São R$ 45 mil por ano saindo sem aparecer em nenhum relatório. A solução não é proibir: é registrar. Cada saída de dinheiro do caixa precisa de uma linha com data, valor e motivo — inclusive quando quem retira é o dono.

  • Elimine o caixa em dinheiro solto: centralize em conta PJ e cartão corporativo.
  • Crie categorias fixas de despesa e classifique tudo em uma delas.
  • Estabeleça que compra de peça sempre entra vinculada a uma OS.

Da OS ao caixa: cada serviço tem que fechar a conta

O caixa só bate se cada serviço fechar a própria conta: valor cobrado, peças aplicadas, hora usada e forma de recebimento. Isso nasce na ordem de serviço — veja o guia de como fazer ordem de serviço em oficina mecânica — e depende de um preço formado com critério, tema do guia de como precificar serviços de oficina mecânica.

  1. Toda peça aplicada é baixada na OS com o custo de compra, não só com o preço de venda.
  2. A OS registra a forma de pagamento e o prazo de recebimento.
  3. No fechamento, compare cobrado x custo: o resultado por OS é a margem real do serviço.
  4. Serviços com margem abaixo do mínimo aceitável entram na revisão de preço do mês seguinte.

Exemplo: OS de R$ 1.100 com R$ 520 de peça e 3,5 horas de mão de obra deixou R$ 580 brutos. Se o custo-hora da oficina é R$ 95, os R$ 332 de custo de bancada reduzem a margem real para R$ 248 — 22,5%. Sem esse fechamento por OS, essa conta nunca aparece.

Quando a planilha para de dar conta

Planilha resolve enquanto o volume é baixo e uma pessoa só faz o lançamento.

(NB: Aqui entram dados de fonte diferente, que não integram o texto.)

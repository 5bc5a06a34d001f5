import { fromNodeHeaders } from "better-auth/node";
import type { Request, Response } from "express";
import { contextOf, currentUser } from "../../middleware/request-context.js";
import { validated } from "../../middleware/validate.js";
import { deactivateUser, reactivateUser } from "./user-status.service.js";
import { usersInputs as input } from "./users.inputs.js";
import { changeRole, inviteUser, listUsers } from "./users.service.js";

export const usersController = {
  async list(req: Request, res: Response) {
    res.json(await listUsers(contextOf(req)));
  },
  async invite(req: Request, res: Response) {
    res.status(201).json(await inviteUser(contextOf(req), currentUser(req), validated(res, input.invite).body));
  },
  async update(req: Request, res: Response) {
    const { params, body } = validated(res, input.update);
    res.json(await changeRole(contextOf(req), currentUser(req), params.id, body));
  },
  async deactivate(req: Request, res: Response) {
    const { id } = validated(res, input.byId).params;
    res.json(await deactivateUser(contextOf(req), currentUser(req), id, fromNodeHeaders(req.headers)));
  },
  async reactivate(req: Request, res: Response) {
    const { id } = validated(res, input.byId).params;
    res.json(await reactivateUser(contextOf(req), currentUser(req), id, fromNodeHeaders(req.headers)));
  },
};
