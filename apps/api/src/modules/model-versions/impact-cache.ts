/**
 * A small in-memory cache of impact previews, keyed by the pair of engine input hashes (so
 * any change to either version, the pathway, the member count or the engine's spec defaults
 * is a new key). Oldest entries go first past `capacity` (Map keeps insertion order; a hit
 * moves the entry to the end). Concurrent requests for the same key share one computation.
 * Memory only: a restart recomputes, which is cheap next to keeping a table of previews.
 */
export class ImpactCache<T> {
  private readonly done = new Map<string, T>();
  private readonly pending = new Map<string, Promise<T>>();

  constructor(private readonly capacity = 64) {}

  get(key: string): T | undefined {
    const value = this.done.get(key);
    if (value !== undefined) {
      this.done.delete(key);
      this.done.set(key, value);
    }
    return value;
  }

  /** The cached value, or the running computation for this key, or a new one (failures are not kept). */
  getOrCompute(key: string, compute: () => Promise<T>): { value: Promise<T>; cached: boolean } {
    const hit = this.get(key);
    if (hit !== undefined) return { value: Promise.resolve(hit), cached: true };
    const running = this.pending.get(key);
    if (running) return { value: running, cached: false };
    const started = compute().then(
      (value) => {
        this.pending.delete(key);
        this.done.set(key, value);
        while (this.done.size > this.capacity) this.done.delete(this.done.keys().next().value as string);
        return value;
      },
      (error: unknown) => {
        this.pending.delete(key);
        throw error;
      },
    );
    this.pending.set(key, started);
    return { value: started, cached: false };
  }
}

Ela quebra em pontos previsíveis.

  • Mais de 60 a 80 OSs por mês: o lançamento manual atrasa e o caixa perde credibilidade.
  • Duas ou mais pessoas lançando: versões diferentes do mesmo arquivo.
  • Parcelamento no cartão: controlar recebimento futuro em planilha vira fonte de erro.
  • Estoque vinculado ao serviço: a planilha não baixa peça automaticamente na OS.
  • Necessidade de ver margem por serviço, e não só saldo do mês.

O sinal mais claro é o tempo: se você gasta mais de 4 horas por semana lançando e conferindo, o custo dessa hora já paga um sistema que integra OS, estoque e financeiro.

Por onde começar

  1. Semana 1: abra/ative a conta PJ e passe todo recebimento da oficina para ela.
  2. Semana 2: defina o pró-labore com data fixa e pare de pagar despesa pessoal pela empresa.
  3. Semana 3: comece o fluxo de caixa diário, lançando cartão pela data de recebimento.
  4. Semana 4: registre toda saída pequena por categoria e meça o vazamento real do mês.
  5. Mês 2: feche a margem por OS e compare com o preço praticado; ajuste o que estiver abaixo do mínimo.

Em 60 dias você deixa de perguntar "quanto sobrou?" e passa a saber, no dia 10, quanto vai sobrar no dia 30 — que é o que separa oficina que cresce de oficina que só gira.